EXERCISE INSTRUCTIONS: Transcribe the records in full, keeping every word exactly as given.

DATA FOR THE TASK:
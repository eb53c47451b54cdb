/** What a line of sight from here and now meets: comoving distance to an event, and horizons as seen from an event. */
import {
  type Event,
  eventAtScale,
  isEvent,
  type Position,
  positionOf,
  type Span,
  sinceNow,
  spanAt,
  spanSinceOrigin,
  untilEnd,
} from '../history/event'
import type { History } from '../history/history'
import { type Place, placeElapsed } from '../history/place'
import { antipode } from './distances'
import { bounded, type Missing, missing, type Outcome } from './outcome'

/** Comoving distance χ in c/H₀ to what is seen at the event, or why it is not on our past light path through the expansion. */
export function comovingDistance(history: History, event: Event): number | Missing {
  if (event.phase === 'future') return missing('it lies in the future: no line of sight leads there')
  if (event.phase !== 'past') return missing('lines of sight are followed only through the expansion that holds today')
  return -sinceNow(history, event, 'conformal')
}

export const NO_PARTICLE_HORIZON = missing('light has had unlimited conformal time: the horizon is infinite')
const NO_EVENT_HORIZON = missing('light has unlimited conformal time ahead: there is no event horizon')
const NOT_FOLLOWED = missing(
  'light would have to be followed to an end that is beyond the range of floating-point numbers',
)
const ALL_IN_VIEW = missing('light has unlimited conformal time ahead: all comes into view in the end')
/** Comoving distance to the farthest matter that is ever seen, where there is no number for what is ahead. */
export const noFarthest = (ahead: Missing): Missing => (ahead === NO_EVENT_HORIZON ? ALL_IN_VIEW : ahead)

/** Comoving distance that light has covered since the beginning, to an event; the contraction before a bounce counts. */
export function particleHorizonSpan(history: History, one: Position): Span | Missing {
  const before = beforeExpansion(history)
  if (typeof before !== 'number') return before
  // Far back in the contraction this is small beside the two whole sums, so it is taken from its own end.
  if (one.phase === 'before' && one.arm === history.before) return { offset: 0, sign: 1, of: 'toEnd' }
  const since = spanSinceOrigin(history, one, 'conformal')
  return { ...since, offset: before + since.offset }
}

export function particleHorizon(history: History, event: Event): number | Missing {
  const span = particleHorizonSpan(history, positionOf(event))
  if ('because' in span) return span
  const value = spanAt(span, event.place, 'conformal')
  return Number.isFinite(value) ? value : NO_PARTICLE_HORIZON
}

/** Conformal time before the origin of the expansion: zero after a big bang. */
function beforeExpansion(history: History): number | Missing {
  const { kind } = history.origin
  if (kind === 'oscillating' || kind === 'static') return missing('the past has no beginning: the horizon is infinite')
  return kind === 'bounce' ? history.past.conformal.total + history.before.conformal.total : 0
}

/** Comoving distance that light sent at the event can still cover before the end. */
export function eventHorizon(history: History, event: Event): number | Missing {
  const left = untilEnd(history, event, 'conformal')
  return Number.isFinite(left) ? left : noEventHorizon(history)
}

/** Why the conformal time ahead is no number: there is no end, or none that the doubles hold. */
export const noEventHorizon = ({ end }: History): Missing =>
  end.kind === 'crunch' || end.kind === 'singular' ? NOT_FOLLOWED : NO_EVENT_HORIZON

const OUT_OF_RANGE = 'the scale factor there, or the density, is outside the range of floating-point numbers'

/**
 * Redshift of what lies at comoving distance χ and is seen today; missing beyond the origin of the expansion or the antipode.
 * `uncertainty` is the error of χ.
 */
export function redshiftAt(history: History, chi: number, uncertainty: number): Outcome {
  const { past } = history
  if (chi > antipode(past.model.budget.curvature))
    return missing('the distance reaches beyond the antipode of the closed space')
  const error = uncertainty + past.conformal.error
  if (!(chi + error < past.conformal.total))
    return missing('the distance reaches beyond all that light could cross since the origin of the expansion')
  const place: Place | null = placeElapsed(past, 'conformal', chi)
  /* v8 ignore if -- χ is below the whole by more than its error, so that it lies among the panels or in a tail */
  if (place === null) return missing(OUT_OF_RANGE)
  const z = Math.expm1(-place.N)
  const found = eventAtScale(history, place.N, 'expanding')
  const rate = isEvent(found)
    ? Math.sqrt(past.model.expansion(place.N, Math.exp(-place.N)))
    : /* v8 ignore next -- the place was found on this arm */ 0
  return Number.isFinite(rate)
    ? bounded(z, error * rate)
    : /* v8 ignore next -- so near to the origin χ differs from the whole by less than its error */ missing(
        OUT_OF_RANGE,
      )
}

EXERCISE RESULT:
repository eb53c47451b54cdb
/** What a line of sight from here and now meets: comoving distance to an event, and horizons as seen from an event. */
import {
  type Event,
  eventAtScale,
  isEvent,
  type Position,
  positionOf,
  type Span,
  sinceNow,
  spanAt,
  spanSinceOrigin,
  untilEnd,
} from '../history/event'
import type { History } from '../history/history'
import { type Place, placeElapsed } from '../history/place'
import { antipode } from './distances'
import { bounded, type Missing, missing, type Outcome } from './outcome'

/** Comoving distance χ in c/H₀ to what is seen at the event, or why it is not on our past light path through the expansion. */
export function comovingDistance(history: History, event: Event): number | Missing {
  if (event.phase === 'future') return missing('it lies in the future: no line of sight leads there')
  if (event.phase !== 'past') return missing('lines of sight are followed only through the expansion that holds today')
  return -sinceNow(history, event, 'conformal')
}

export const NO_PARTICLE_HORIZON = missing('light has had unlimited conformal time: the horizon is infinite')
const NO_EVENT_HORIZON = missing('light has unlimited conformal time ahead: there is no event horizon')
const NOT_FOLLOWED = missing(
  'light would have to be followed to an end that is beyond the range of floating-point numbers',
)
const ALL_IN_VIEW = missing('light has unlimited conformal time ahead: all comes into view in the end')
/** Comoving distance to the farthest matter that is ever seen, where there is no number for what is ahead. */
export const noFarthest = (ahead: Missing): Missing => (ahead === NO_EVENT_HORIZON ? ALL_IN_VIEW : ahead)

/** Comoving distance that light has covered since the beginning, to an event; the contraction before a bounce counts. */
export function particleHorizonSpan(history: History, one: Position): Span | Missing {
  const before = beforeExpansion(history)
  if (typeof before !== 'number') return before
  // Far back in the contraction this is small beside the two whole sums, so it is taken from its own end.
  if (one.phase === 'before' && one.arm === history.before) return { offset: 0, sign: 1, of: 'toEnd' }
  const since = spanSinceOrigin(history, one, 'conformal')
  return { ...since, offset: before + since.offset }
}

export function particleHorizon(history: History, event: Event): number | Missing {
  const span = particleHorizonSpan(history, positionOf(event))
  if ('because' in span) return span
  const value = spanAt(span, event.place, 'conformal')
  return Number.isFinite(value) ? value : NO_PARTICLE_HORIZON
}

/** Conformal time before the origin of the expansion: zero after a big bang. */
function beforeExpansion(history: History): number | Missing {
  const { kind } = history.origin
  if (kind === 'oscillating' || kind === 'static') return missing('the past has no beginning: the horizon is infinite')
  return kind === 'bounce' ? history.past.conformal.total + history.before.conformal.total : 0
}

/** Comoving distance that light sent at the event can still cover before the end. */
export function eventHorizon(history: History, event: Event): number | Missing {
  const left = untilEnd(history, event, 'conformal')
  return Number.isFinite(left) ? left : noEventHorizon(history)
}

/** Why the conformal time ahead is no number: there is no end, or none that the doubles hold. */
export const noEventHorizon = ({ end }: History): Missing =>
  end.kind === 'crunch' || end.kind === 'singular' ? NOT_FOLLOWED : NO_EVENT_HORIZON

const OUT_OF_RANGE = 'the scale factor there, or the density, is outside the range of floating-point numbers'

/**
 * Redshift of what lies at comoving distance χ and is seen today; missing beyond the origin of the expansion or the antipode.
 * `uncertainty` is the error of χ.
 */
export function redshiftAt(history: History, chi: number, uncertainty: number): Outcome {
  const { past } = history
  if (chi > antipode(past.model.budget.curvature))
    return missing('the distance reaches beyond the antipode of the closed space')
  const error = uncertainty + past.conformal.error
  if (!(chi + error < past.conformal.total))
    return missing('the distance reaches beyond all that light could cross since the origin of the expansion')
  const place: Place | null = placeElapsed(past, 'conformal', chi)
  /* v8 ignore if -- χ is below the whole by more than its error, so that it lies among the panels or in a tail */
  if (place === null) return missing(OUT_OF_RANGE)
  const z = Math.expm1(-place.N)
  const found = eventAtScale(history, place.N, 'expanding')
  const rate = isEvent(found)
    ? Math.sqrt(past.model.expansion(place.N, Math.exp(-place.N)))
    : /* v8 ignore next -- the place was found on this arm */ 0
  return Number.isFinite(rate)
    ? bounded(z, error * rate)
    : /* v8 ignore next -- so near to the origin χ differs from the whole by less than its error */ missing(
        OUT_OF_RANGE,
      )
}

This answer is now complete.